# Post pics of your 73-87 Chevy truck



## 496 BB (Feb 11, 2010)

Anyone still running any of these models? If so post pics up! Ill post mine but Im waiting on title difficulties at the moment on sellers end. Should have in first week of Nov. Hate waiting. :crying:


----------



## the new boss 92 (Nov 29, 2008)

me and my buddy have been restoring his, 84 single cab short bed. its black we just picked up the new rust free box today for it.i will post up some pictures in a week or so when its done and not all ripped apart like it is now.


----------



## x.system (Aug 3, 2009)

87 silverado, sold it a couple months ago. I'll try to scan a few of my pics of my older ones tomorrow.


----------



## 496 BB (Feb 11, 2010)

Noone else running these as a plow truck?


----------



## Rat_Power_78 (Sep 16, 2008)

I run a '76 3/4 ton with an 8 1/2' western strait blade. I will have to dig for pictures though.


----------



## 496 BB (Feb 11, 2010)

Rat_Power_78;1078865 said:


> I run a '76 3/4 ton with an 8 1/2' western strait blade. I will have to dig for pictures though.
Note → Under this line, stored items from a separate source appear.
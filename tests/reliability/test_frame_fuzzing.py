"""Mutated frames sent to a node: each rejected with a clear reason; no crash, no hang.

Specification: 10,000 frames — bits flipped, truncated, a length prefix made oversized (or the frame over the
4 MiB limit), the type made unknown (or its wire type wrong), valid frames sent out of order — each in a session an
honest peer otherwise plays correctly, most through the session server's own stream handler, 200 over the real
wire: every one ends with the node's session aborted (or the stream refused) for a named reason, none is
accepted, none hangs, nothing escapes a handler, and the node serves an honest session afterwards. The mutations
themselves are checked, and the server keeps only a bounded number of refusal messages however many streams it
refuses. Memory (resident growth, what the node's code retains per case) is measured, never bounded here:
``jointstat bench faults`` prints it.
"""

from __future__ import annotations

import asyncio
import functools
from collections import Counter

import numpy as np
import pytest
from hypothesis import given
from hypothesis import strategies as st
from jointstat.circuit.model import Party
from jointstat.harness import mutations
from jointstat.harness.fuzzer import FUZZ_LIMITS, WIRE_SAMPLE, Fuzzer, FuzzReport, MemoryContext
from jointstat.harness.identities import Pair
from jointstat.harness.mutations import MUTATIONS, mutate
from jointstat.protocol import frames as fr
from jointstat.protocol.frames import AbortReason, ProtocolError
from jointstat.transport.server import REFUSALS_KEPT, SessionServer

from tests.reliability.conftest import FUZZ_FRAMES

CLEAR_REASONS = {r.name.lower() for r in AbortReason} - {"unspecified", "internal"}


def test_ten_thousand_mutated_frames_are_each_rejected_with_a_clear_reason(
    fuzzing: FuzzReport,
) -> None:
    assert fuzzing.figures["frames_fuzzed"] == len(fuzzing.outcomes) == FUZZ_FRAMES >= 10_000
    verdicts = Counter(o.verdict for o in fuzzing.outcomes)
    assert verdicts == {"rejected": FUZZ_FRAMES}, [o for o in fuzzing.outcomes if o.verdict != "rejected"][:5]
    for o in fuzzing.outcomes:
        own = not o.by_peer
        assert o.reason is not None
        # The node's own rejection names one of the protocol's reasons (gRPC's own status for a frame over 4 MiB
        # on the wire); when the honest peer found the damage first, the node ended with the peer's abort.
        assert o.reason in CLEAR_REASONS | {"transport"} or not own, o


def test_every_mutation_is_sent_two_thousand_times_some_over_the_wire(fuzzing: FuzzReport) -> None:
    by_kind = Counter(o.case.mutation for o in fuzzing.outcomes)
    assert by_kind == {m: FUZZ_FRAMES // len(MUTATIONS) for m in MUTATIONS}
    assert sum(o.case.wire for o in fuzzing.outcomes) == WIRE_SAMPLE
    # Both roles, both programs, and first frames (refused by the server before any session) as well as later ones.
    assert {(o.case.node_role, o.case.program) for o in fuzzing.outcomes} == {
        (r, c) for r in Party for c in ("plain", "ot")
    }
    assert 0 < sum(o.refused_first_frame for o in fuzzing.outcomes) < FUZZ_FRAMES // 2


def test_the_node_names_the_damage_it_finds(fuzzing: FuzzReport) -> None:
    reasons = Counter(o.reason for o in fuzzing.outcomes if not o.by_peer)
    for reason in (
        "malformed_frame",
        "unexpected_frame",
        "transcript_mismatch",
        "invalid_output",
        "bad_signature",
    ):
        assert reasons[reason] > 0, reasons


def test_nothing_crashes_or_hangs_and_the_memory_figures_of_bench_faults_are_measured(
    fuzzing: FuzzReport,
) -> None:
    f = fuzzing.figures
    assert fuzzing.crashes == [] and f["fuzz_crashes"] == 0 and f["fuzz_hung"] == 0
    # Resident memory after a warm-up tenth and at the end; what the node's code still holds per case, traced. Their
    # size is for `jointstat bench faults` to show, not for a test to bound.
    assert isinstance(f["fuzz_rss_growth_mib"], float)
    assert isinstance(f["fuzz_node_retained_bytes_per_case"], float)


def test_the_node_serves_an_honest_session_after_the_fuzzing(fuzzing: FuzzReport) -> None:
    assert fuzzing.figures["node_serves_after_fuzzing"] is True


def test_no_abort_message_of_the_fuzzing_holds_a_secret(fuzzing: FuzzReport) -> None:
    assert fuzzing.findings == []
    assert fuzzing.figures["log_lines_scanned"] > 0


# -- the mutations ---------------------------------------------------------------------------------------------------


@functools.cache
def session_frames() -> tuple[list[bytes], list[bytes]]:
    """(the frames of one honest session, the fuzzer's reference frames of another session)."""
    from jointstat.protocol.pipe import run_in_memory

    fuzzer = Fuzzer(seed=3)
    node, peer = fuzzer.sessions("ot", Party.GARBLER, b"a live session", 8)
    seen: list[bytes] = []
    run_in_memory(node, peer, intercept=lambda _to, data: (seen.append(data), [data])[1])  # type: ignore[arg-type]
    assert node.done and peer.done
    return seen, fuzzer.references[("ot", Party.GARBLER)]


@pytest.fixture(scope="module")
def frames() -> list[bytes]:
    return session_frames()[0]


@given(st.integers(0, 2**32 - 1), st.data())
def test_every_mutation_changes_the_frame(seed: int, data: st.DataObject) -> None:
    live, references = session_frames()
    frame = data.draw(st.sampled_from(live))
    how = data.draw(st.sampled_from(MUTATIONS))
    out = mutate(frame, how, np.random.default_rng(seed), references, previous=live[0])
    assert out and out != [frame]


@given(st.integers(0, 2**32 - 1))
def test_an_oversized_length_prefix_never_decodes(seed: int) -> None:
    rng = np.random.default_rng(seed)
    for frame in session_frames()[0]:
        (mutated,) = mutate(frame, mutations.OVERSIZED, rng, [])
        with pytest.raises(ProtocolError) as info:
            fr.decode(mutated)
        assert info.value.reason == AbortReason.MALFORMED_FRAME


def test_an_unknown_frame_type_is_named_as_such(frames: list[bytes]) -> None:
    rng = np.random.default_rng(11)
    seen = Counter()
    for frame in frames * 20:
        (mutated,) = mutate(frame, mutations.UNKNOWN_TYPE, rng, [])
        with pytest.raises(ProtocolError) as info:
            fr.decode(mutated)
        seen["unknown frame type" in str(info.value)] += 1
    assert seen[True] > 0


def test_frames_out_of_order_are_valid_frames(frames: list[bytes]) -> None:
    rng = np.random.default_rng(5)
    references = session_frames()[1]
    for frame in frames:
        for sent in mutate(frame, mutations.OUT_OF_ORDER, rng, references, previous=frames[0]):
            kind, _ = fr.decode(sent)  # every one decodes: only its place is wrong
            assert kind in fr.FRAME_TYPES


# -- a regression: refusals are remembered in bounded memory ---------------------------------------------------------


async def test_a_server_keeps_only_the_latest_refusal_messages_however_many_streams_it_refuses() -> None:
    pair = Pair.fresh()
    server = SessionServer(pair.node_tls(), limits=FUZZ_LIMITS)
    refused = REFUSALS_KEPT + 250
    for i in range(refused):
        ctx = MemoryContext(pair.peer.issued.certificate)
        # A valid hello of a session nobody expects: refused with an abort frame, before any session runs.
        hello = fr.hello_frame(
            party=Party.GARBLER,
            session_id=b"nobody expects %d" % i,
            manifest_digest=bytes(32),
            program_digest=bytes(32),
        )
        ctx.to_node.put_nowait(hello)
        await asyncio.wait_for(server._exchange(None, ctx), timeout=5)  # type: ignore[arg-type]
        kind, frame = fr.decode(ctx.written[-1])
        assert kind == fr.ABORT and frame.abort.reason == AbortReason.SESSION_REFUSED
    assert len(server.refused) == REFUSALS_KEPT
    assert server.refused[-1] == "no session with this id is expected here"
And did you find anything?


----------



## duramax-king (Oct 29, 2009)

*My old plow trucks*

So far i've owned two of these year trucks, 
First is a 88 chevy blazer, 6.2 diesel fully restored, 7.6 fisher plow 
Second is a 84 gmc k25 6.2, 8' fisher plow,


----------



## mnduramax07 (Apr 11, 2008)

two 85's with western plows


----------



## CAT 245ME (Sep 10, 2006)

496 BB;1078767 said:


> Noone else running these as a plow truck?


Still waiting for the cab to be finished for my 85 K20, then everything should go together fairly quick. Was planning on a new Boss V but got a pretty good deal on a lightly used Fisher MM2 8'6" straight blade.

I'll post pics when finished, if I can figure out how to.


----------



## JohnnyRoyale (Jun 18, 2006)

x.system;1078316 said:


> 87 silverado, sold it a couple months ago. I'll try to scan a few of my pics of my older ones tomorrow.


Beautiful truck.....


----------